A pobreza e a miséria que atingem milhões de homens e mulheres no Brasil, na
América Latina, na África e na Ásia, nos
obrigam a construir uma nova aliança contra a exclusão social. Estou convencido de
que não haverá desenvolvimento econômico sem sustentabilidade social e que, sem
ambos, teremos um mundo cada vez mais
inseguro. É nesse espaço de desagregação
social que prosperam os ressentimentos, a
criminalidade e, em especial, o narcotráfico
e o terrorismo.
Quero falar-lhes de forma simples e direta: venho propor-lhes ações coletivas, responsáveis e solidárias, em favor da superação das condições desumanas em que se encontra grande parcela da população do globo. A fome não pode esperar. É preciso enfrentá-la com medidas emergenciais e estruturais. Se todos assumirmos nossas responsabilidades, criaremos um ambiente de
maior igualdade e de oportunidades para
todos.
A economia mundial está dando sinais
preocupantes de retração. Os problemas sociais, como o desemprego, inclusive nos países ricos, estão se agravando cada vez mais.
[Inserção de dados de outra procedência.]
package org.baywright.plan;

import java.util.ArrayList;
import java.util.List;
import java.util.Optional;

/**
 * Generates a regular plan, the architect's starting point: an orthogonal grid of bays, columns at
 * every intersection, girders along one set of grid lines, column-line beams along the other, infill
 * beams in every bay at a maximum spacing, one deck spanning onto the beams, one area load over the
 * slab, an edge line load for cladding, and levels of a typical floor topped by a roof.
 *
 * <p>Beams "along y" span north–south: girders then run east–west on the numbered grid lines and the
 * deck spans east–west onto the beams.
 */
public final class RegularPlan {
    // The office defaults of a new plan, written once: the `new` command's option defaults (as text) and the
    // editor's new floors (OFFICE_FLOOR, PlanEdits.OFFICE_FLOOR) both come from here.

    /** Slab on metal deck, dead load (common practice). */
    public static final String OFFICE_DEAD = "50psf";
    /** Ceiling, services and finishes, superimposed dead load (common practice). */
    public static final String OFFICE_SUPERIMPOSED = "15psf";
    /** Office live load, ASCE 7-16 Table 4.3-1. */
    public static final String OFFICE_LIVE = "50psf";
    /** Partition allowance, ASCE 7-16 §4.3.2: not less than 15 psf where partitions may be moved and L0 ≤ 80 psf. */
    public static final String OFFICE_PARTITION = "15psf";
    /** §4.3.2: no partition allowance is required where the live load is this or more (80 psf), Pa. */
    public static final double PARTITION_NOT_REQUIRED_LIVE = org.baywright.units.Units.PSF.toSi(80);
    /** Ordinary flat roof live load, ASCE 7-16 Table 4.3-1. */
    public static final String ROOF_LIVE = "20psf";
    /** Snow: none unless given (the site's ground snow load decides it, ASCE 7-16 Chapter 7). */
    public static final String SNOW = "0psf";
    /** Cladding edge load: none unless given (the facade decides it). */
    public static final String EDGE_LOAD = "0klf";

    /** The floor loads of a new office plan (the values above, SI). */
    public static final LoadValues OFFICE_FLOOR = new LoadValues(psf(OFFICE_DEAD), psf(OFFICE_SUPERIMPOSED),
            psf(OFFICE_LIVE), 0, 0, psf(OFFICE_PARTITION));

    private RegularPlan() {
    }

    private static double psf(String text) {
        return org.baywright.units.Quantities.parse("office default", text, org.baywright.units.Dimension.AREA_LOAD);
    }

    /**
     * What to generate (SI).
     *
     * @param baysX bay widths west to east, m
     * @param baysY bay depths south to north, m
     * @param storeys storey heights bottom to top, m; the last level is the roof
     * @param beamsAlongY true: beams span north–south
     * @param beamSpacing largest spacing of infill beams, m
     * @param floorLoads area load on typical floors, Pa
     * @param roofLoads area load on the roof, Pa
     * @param edgeLoad cladding line load on the slab edge of every level, N/m (0 = none)
     */
    public record Spec(String name, String units, List<Double> baysX, List<Double> baysY, List<Double> storeys,
            boolean beamsAlongY, double beamSpacing, LoadValues floorLoads, LoadValues roofLoads, LoadValues edgeLoad) {
    }

    /** Builds the plan. */
    public static Plan generate(Spec spec) {
        List<GridLine> grid = new ArrayList<>();
        List<Double> xs = cumulative(spec.baysX());
        List<Double> ys = cumulative(spec.baysY());
        for (int i = 0; i < xs.size(); i++) {
            grid.add(new GridLine(letters(i), GridLine.Axis.X, xs.get(i)));
        }
        for (int j = 0; j < ys.size(); j++) {
            grid.add(new GridLine(Integer.toString(j + 1), GridLine.Axis.Y, ys.get(j)));
        }
        double w = xs.get(xs.size() - 1);
        double d = ys.get(ys.size() - 1);
        Polygon slab = Polygon.rectangle(0, 0, w, d);

        List<Column> columns = new ArrayList<>();
        for (int j = 0; j < ys.size(); j++) {
            for (int i = 0; i < xs.size(); i++) {
                String label = letters(i) + (j + 1);
                columns.add(new Column("C-" + label, new Point(xs.get(i), ys.get(j)), letters(i) + "-" + (j + 1), "",
                        Optional.empty()));
            }
        }
        List<Member> members = new ArrayList<>();
        // girders along the lines the beams frame into; column-line beams along the others
        for (int j = 0; j < ys.size(); j++) {
            for (int i = 0; i + 1 < xs.size(); i++) {
                String id = (spec.beamsAlongY() ? "G-" : "B-") + (j + 1) + "-" + letters(i) + letters(i + 1);
                members.add(new Member(id, spec.beamsAlongY() ? MemberKind.GIRDER : MemberKind.BEAM,
                        new Point(xs.get(i), ys.get(j)), new Point(xs.get(i + 1), ys.get(j)), Optional.empty()));
            }
        }
        for (int i = 0; i < xs.size(); i++) {
            for (int j = 0; j + 1 < ys.size(); j++) {
                String id = (spec.beamsAlongY() ? "B-" : "G-") + letters(i) + "-" + (j + 1) + (j + 2);
                members.add(new Member(id, spec.beamsAlongY() ? MemberKind.BEAM : MemberKind.GIRDER,
                        new Point(xs.get(i), ys.get(j)), new Point(xs.get(i), ys.get(j + 1)), Optional.empty()));
            }
        }
        List<Infill> infills = new ArrayList<>();
        for (int i = 0; i + 1 < xs.size(); i++) {
            for (int j = 0; j + 1 < ys.size(); j++) {
                infills.add(new Infill("IF-" + letters(i) + letters(i + 1) + "-" + (j + 1) + (j + 2), letters(i), letters(i + 1),
                        Integer.toString(j + 1), Integer.toString(j + 2), spec.beamsAlongY() ? GridLine.Axis.Y : GridLine.Axis.X, 0,
                        spec.beamSpacing()));
            }
        }
        // the deck spans across the beams
        List<Deck> decks = List.of(new Deck("DK-1", slab, spec.beamsAlongY() ? 0 : 90));
        List<Point> perimeter = new ArrayList<>(slab.vertices());
        perimeter.add(slab.vertices().get(0));
        List<LineLoad> edge = spec.edgeLoad().isZero() ? List.of()
                : List.of(new LineLoad("LL-edge", perimeter, spec.edgeLoad()));
        Floor typical = new Floor("typical", "Typical floor", false, slab, decks, members, infills, List.of(),
                List.of(new AreaLoad("AL-floor", slab, spec.floorLoads(), LiveLoadUse.ORDINARY)), edge, List.of());
        Floor roof = new Floor("roof", "Roof", true, slab, decks, members, infills, List.of(),
                List.of(new AreaLoad("AL-roof", slab, spec.roofLoads(), LiveLoadUse.ORDINARY)), edge, List.of());
        List<Level> levels = new ArrayList<>();
        double elevation = 0;
        int n = spec.storeys().size();
        for (int k = 0; k < n; k++) {
            elevation += spec.storeys().get(k);
            boolean top = k == n - 1 && n > 1;
            levels.add(new Level(top ? "Roof" : "Level " + (k + 2), elevation, spec.storeys().get(k), top ? "roof" : "typical"));
        }
        List<Floor> floors = n > 1 ? List.of(typical, roof) : List.of(typical);
        return new Plan(spec.name(), spec.units(), DesignSettings.defaults(), grid, levels, floors, columns);
    }

    /**
     * The plan with the slab {@code slab} described on every deck of its floors (not its roofs, whose deck
     * carries no concrete) and those floors working with it as {@code mode} says, unshored, 20 psf
     * construction live load. Their area loads' dead load becomes {@code otherDead} (Pa): the slab's own weight
     * now comes from its description.
     */
    public static Plan withSlab(Plan plan, Slab slab, CompositeMode mode, double otherDead) {
        List<Floor> floors = new ArrayList<>();
        for (Floor f : plan.floors()) {
            if (f.roof()) {
                floors.add(f);
                continue;
            }
            List<Deck> decks = f.decks().stream().map(d -> d.withSlab(slab)).toList();
            List<AreaLoad> loads = f.areaLoads().stream().map(a -> new AreaLoad(a.id(), a.outline(),
                    new LoadValues(otherDead, a.values().superimposed(), a.values().live(), a.values().roofLive(), a.values().snow(),
                            a.values().partition()), a.use())).toList();
            floors.add(new Floor(f.id(), f.name(), f.roof(), f.slabEdge(), decks, f.members(), f.infills(), f.openings(), loads,
                    f.lineLoads(), f.pointLoads(), CompositeFloor.DEFAULT.withMode(mode)));
        }
        return new Plan(plan.name(), plan.units(), plan.settings(), plan.grid(), plan.levels(), floors, plan.columns(),
                plan.notes());
    }

    private static List<Double> cumulative(List<Double> bays) {
        List<Double> out = new ArrayList<>();
        double x = 0;
        out.add(0.0);
        for (double b : bays) {
            x += b;
            out.add(x);
        }
        return out;
    }

    /** Grid letters as drafters use them: A … Z, then AA, AB …; I and O are skipped (common practice). */
    public static String letters(int i) {
        String alphabet = "ABCDEFGHJKLMNPQRSTUVWXYZ";
        StringBuilder sb = new StringBuilder();
        int n = i;
        do {
            sb.insert(0, alphabet.charAt(n % alphabet.length()));
            n = n / alphabet.length() - 1;
        } while (n >= 0);
        return sb.toString();
    }
}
Estou seguro de que um dos objetivos desta
reunião do G8 é o de buscar caminhos para
que a economia volte a crescer. Necessitamos uma nova equação que permita a retomada do crescimento e inclua os países em
desenvolvimento. A incorporação dos países em desenvolvimento à economia global
passa necessariamente pelo acesso sem discriminações aos mercados dos países ricos.
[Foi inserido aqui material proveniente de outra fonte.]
package org.baywright.plan;

import java.util.Optional;

/**
 * A simply supported framing member on a floor. Its ends find their supports by position: a column at
 * the end point, or another member passing through it (beam onto girder, beam onto beam, girder onto
 * girder).
 *
 * @param id unique within the floor, e.g. "G-A-1-2" or "B-12"
 * @param fixedSection a size the user chose (checked, not searched), if any
 */
public record Member(String id, MemberKind kind, Point start, Point end, Optional<String> fixedSection) {
    public double length() {
        return start.distance(end);
    }
}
Fizemos um enorme esforço e sacrifício para conquistar competitividade. Mas como
competir livremente em meio à guerra de
subsídios e outros mecanismos de proteção,
que criam uma verdadeira exclusão comercial?
Não viemos aqui para nos lamentar, nem,
simplesmente, para engrossar o coro das recriminações. Sabemos quais são nossas responsabilidades. Estamos fazendo a nossa
parte, executando políticas econômicas
equilibradas, combatendo o desperdício e a
corrupção, aprimorando as instituições para o bom funcionamento de nossas economias. Temos demonstrado vontade política
para combater os desequilíbrios sociais e a
pobreza.
Estamos fazendo isso no Brasil com democracia e pluralismo, sem fundamentalismos, com cautela e firmeza. Estamos organizando nossas finanças e recuperando a estabilidade para crescer de modo sustentado.
Mas sabemos que organizar e dar estabilidade a nossa economia é tarefa necessária, mas
não suficiente. Necessitamos forjar um novo paradigma de desenvolvimento que
combine estabilidade financeira com crescimento econômico e justiça social. Hoje queremos crescer com financiamento sustentável, distribuindo renda e fortalecendo a democracia.
Nenhuma teoria, por mais sofisticada que
seja, pode ficar indiferente à miséria e à exclusão. Olhando a história contemporânea,
sobretudo nos períodos que se seguiram a
graves crises econômicas e sociais, vejo que
o desenvolvimento deu-se a partir de profundas reformas sociais. Essas reformas incorporaram milhões de homens e mulheres
à produção, ao consumo e à cidadania e
criaram um novo e prolongado dinamismo
econômico. Foi assim nos Estados Unidos a
partir dos anos 30. Foi assim no pós-Segunda Guerra, na Europa.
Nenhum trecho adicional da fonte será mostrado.